Acorn has been supporting the Alzheimer's Society which is based at Phoenix Park in Ripon. From that office, the Society covers Ripon, Harrogate and Craven. Besides running a 9-4 Monday - Friday Helpline, the Alzheimer's Society support befriending servies, lunch clubs and cafes, holidays for sufferers and carers and home visits by dementia support workers who have some specialist knowledge and skills. In a little on-line presentation Why Skillful Care Matters, Barbara Pointon describes the things that make a difference. The right kind of care can mean that someone is able to stay in their own home and relatives are able to continue life's journey with their loved one without becoming completely overwhelmed by the demands of caring.

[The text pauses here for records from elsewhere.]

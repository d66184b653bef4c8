"""The ``[segment]`` table of a case: a short round shaft length with one 3-D feature (a keyseat's
end, a sled-runner keyseat, a cross hole), studied in 3-D (compare/solve/segments.py) instead of a
section. Every field is checked here with one-line :class:`~fem.errors.InputError`; lengths in SI.

Keys: ``kind`` ("keyseat_end", "sled_runner", "cross_hole", or "shoulder": the shoulder alone), ``diameter``,
``length`` (the modelled length, default the feature's span plus :data:`MARGIN` diameters, at least 3;
beside a shoulder 3 diameters; a shoulder alone: up to the face and :data:`SHOULDER_BEYOND` larger
diameters beyond), ``at`` (the feature's centre along the segment, default mid-length);
keyseats: ``width``, ``depth``, ``fillet`` (or ``standard = "metric"`` for the metric parallel key's
keyway of the diameter, classic/keys.py), ``key_length`` (end to end), sled runner ``cutter_diameter``;
cross hole: ``hole_diameter``, ``chamfer`` (default 0), ``hole_depth`` (blind; default through).
Optional ``shoulder = { D = ..., fillet = ..., at = ... }``: the segment steps up from ``diameter`` to
``D`` at ``at`` (the shoulder face; the larger diameter beyond it) through a quarter-round ``fillet``;
the feature must lie clear of the fillet, on either diameter. ``kind = "shoulder"`` takes only
``diameter``, ``length`` and that ``shoulder`` table (required): a stepped round bar with no other
feature (its factors beside the shoulder fits of classic/notch_fits.py).
Optional ``model`` ("whole", "half" or "quarter"; default the smallest the features allow,
:func:`fem.solid.symmetry_of`): the part of the segment meshed; "whole" forces the whole segment, a
model the features do not allow is refused (:func:`parse_model`, Case.segment_symmetry).
"""
from __future__ import annotations

from dataclasses import replace

from classic.keys import metric_parallel_key
from fem import solid
from fem.errors import InputError

from .fields import known
from .units import to_si

KINDS = ("keyseat_end", "sled_runner", "cross_hole", "shoulder")
#: The default modelled length without a shoulder: the feature's span plus this many diameters (1.5 of
#: plain bar at each end), at least three diameters; the same rule as a layout station's
#: (compare/case/shaft_segment.py imports it; the measurement behind it is written there).
MARGIN = 3.0
_KEYS = {"kind", "diameter", "length", "at", "width", "depth", "fillet", "key_length", "cutter_diameter",
         "hole_diameter", "chamfer", "hole_depth", "standard", "shoulder", "model"}
_SHOULDER_KEYS = {"D", "fillet", "at"}
_ALLOWED = {"keyseat_end": {"width", "depth", "fillet", "key_length", "standard"},
            "sled_runner": {"width", "depth", "fillet", "key_length", "cutter_diameter", "standard"},
            "cross_hole": {"hole_diameter", "chamfer", "hole_depth"}, "shoulder": set()}
_KIND_WORDS = "must be \"keyseat_end\", \"sled_runner\", \"cross_hole\" or \"shoulder\""


#: a shoulder segment's default length beyond the shoulder face, in larger diameters (fem.solid's
#: END_ZONE of 0.75 of plain bar there, and half a diameter more for the fillet's disturbance to fade)
SHOULDER_BEYOND = 1.25

#: the models of a segment, by the mirror symmetry they use (fem.solid's ``symmetry`` 0, 1, 2)
MODELS = ("whole", "half", "quarter")
#: what each model needs of the features
_NEEDS = {"half": "features symmetric about the plane through the axis and the feature's centre line",
          "quarter": "features symmetric about that plane and centred along the segment (the mid-length plane)"}


def parse_model(value, seg: solid.Segment, field: str) -> int | None:
    """The symmetry of the ``model`` the case asks for (None: not given, the study takes the smallest
    model the features allow); an unknown name, or a model the features do not allow, is refused."""
    if value is None:
        return None
    if value not in MODELS:
        raise InputError(field, value, 'must be "whole", "half" or "quarter"')
    sym = MODELS.index(value)
    allowed = solid.symmetry_of(seg)
    if sym > allowed:
        raise InputError(field, value,
                         f"needs {_NEEDS[value]}; these features allow the {MODELS[allowed]} model at most")
    return sym


def parse_segment(s, units) -> solid.Segment:
    if not isinstance(s, dict):
        raise InputError("segment", s, "must be a table: [segment] with kind = \"keyseat_end\", \"sled_runner\", "
                         "\"cross_hole\" or \"shoulder\"")
    known(s, _KEYS, "segment")
    kind = s.get("kind")
    if kind not in KINDS:
        raise InputError("segment.kind", kind, _KIND_WORDS)
    for k in s:
        if k not in _ALLOWED[kind] | {"kind", "diameter", "length", "shoulder", "model"} | ({"at"} if kind != "shoulder" else set()):
            raise InputError(f"segment.{k}", s[k], f"is not a field of a {kind} segment")

    def length(key, default=None, required=True):
        if key not in s:
            if default is None and required:
                raise InputError(f"segment.{key}", None, "is missing")
            return default
        v = to_si(s[key], "length", f"segment.{key}", units)
        if not v > 0:
            raise InputError(f"segment.{key}", s[key], "must be a positive length")
        return v

    d = length("diameter")
    L = length("length", 3 * d)
    at = length("at", L / 2)
    if kind == "shoulder":
        if "shoulder" not in s:
            raise InputError("segment.shoulder", None, "is missing (a shoulder segment needs shoulder = { D = ..., "
                             "fillet = ..., at = ... })")
        feat = None
    elif kind == "cross_hole":
        dh = length("hole_diameter")
        chamfer = 0.0
        if "chamfer" in s:
            chamfer = to_si(s["chamfer"], "length", "segment.chamfer", units)
            if chamfer < 0:
                raise InputError("segment.chamfer", s["chamfer"], "must not be negative")
        feat = solid.CrossHole(dh, at, chamfer, length("hole_depth", required=False))
    else:
        std = s.get("standard")
        if std is not None and std != "metric":
            raise InputError("segment.standard", std, "must be \"metric\" (the metric parallel key's keyway of the diameter)")
        if std == "metric":
            try:
                k = metric_parallel_key(d)
            except (ValueError, KeyError):
                raise InputError("segment.diameter", s["diameter"], "is outside the metric parallel key table") from None
            width = length("width", k["width"])
            depth = length("depth", k["depth"])
            fillet = length("fillet", k["r_max"])
        else:
            width, depth, fillet = length("width"), length("depth"), length("fillet")
        kl = length("key_length", 4 * width)
        z0, z1 = at - kl / 2, at + kl / 2
        if kind == "keyseat_end":
            feat = solid.ProfileKeyseat(width, depth, z0, z1, fillet)
        else:
            feat = solid.SledKeyseat(width, depth, z0, z1, length("cutter_diameter"), fillet)
    sh = s.get("shoulder")
    if "length" not in s and sh is None:  # the default length from the feature's span (its place, if not given, centred)
        a, b = feat.span()
        L = max(3 * d, b - a + MARGIN * d)
        if "at" not in s:
            feat = (replace(feat, z=L / 2) if kind == "cross_hole" else
                    replace(feat, z0=feat.z0 + L / 2 - at, z1=feat.z1 + L / 2 - at))
    feats = (feat,) if feat is not None else ()
    if sh is not None:
        if not isinstance(sh, dict):
            raise InputError("segment.shoulder", sh, "must be a table: shoulder = { D = ..., fillet = ..., at = ... }")
        known(sh, _SHOULDER_KEYS, "segment.shoulder")
        vals = {}
        for key in ("D", "fillet", "at"):
            if key not in sh:
                raise InputError(f"segment.shoulder.{key}", None, "is missing")
            vals[key] = to_si(sh[key], "length", f"segment.shoulder.{key}", units)
            if not vals[key] > 0:
                raise InputError(f"segment.shoulder.{key}", sh[key], "must be a positive length")
        feats = (*feats, solid.Shoulder(vals["D"], vals["at"], vals["fillet"]))
        if kind == "shoulder" and "length" not in s:
            L = vals["at"] + SHOULDER_BEYOND * vals["D"]  # the default: the larger bar beyond the face
    seg = solid.Segment(d, L, feats)
    try:
        seg.check("segment")
    except InputError as exc:  # name the case-file field; echo the value as written where there is one
        if exc.field.startswith(f"segment.features[{len(feats) - 1}].") and sh is not None:
            key = {"z": "at"}.get(exc.field.rsplit(".", 1)[1], exc.field.rsplit(".", 1)[1])
            raise InputError(f"segment.shoulder.{key}", sh.get(key), exc.reason) from None
        f = exc.field.replace("segment.features[0].", "segment.")
        f = {"segment.d": "segment.diameter", "segment.z": "segment.at", "segment.z1": "segment.key_length",
             "segment.diameter": "segment.hole_diameter" if kind == "cross_hole" else "segment.diameter",
             "segment.depth": "segment.hole_depth" if kind == "cross_hole" else "segment.depth"}.get(f, f)
        key = f.split(".", 1)[1]
        raise InputError(f, s.get(key), exc.reason if hasattr(exc, "reason") else str(exc)) from None
    return seg
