"""The case: the case-file schema and parser (:mod:`.case`) and units at the edges (:mod:`.units`).

The bottom room of :mod:`compare`: imports only :mod:`fem` (geometry, errors) and libraries.
"""
from .case import Case, load_case, parse_case

__all__ = ["Case", "load_case", "parse_case"]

www.lwdp.org.uk/05_barbara_pointon_presentation_why_skillful_caring_matters.pdf
Barbara and Malcolm's bravery in sharing their story has produced greater national awareness of the plight of people with dementia. People like Acorn and the Alzheimer's Society co-ordinate efforts locally and help to get care to the people who need it. This is an area of health care that is going to become as big a concern as the fight against cancer in future years. It is part of the story of growing older, a story that must be told and given its place in our thinking about priorities for how and where we deliver care and what research is funded. The course of the disease is slow and doesn't attract the sustained sympathy or interest that some conditions do; the fact that caring for someone with dementia requires a different set of prioirites and communication skills from those normally used and valued in social settings makes carers isolated. 60,000 deaths a year, in the UK, are attributable to dementia and the incidence of the various forms of dementia is rising. Many families are caring for someone affected by it.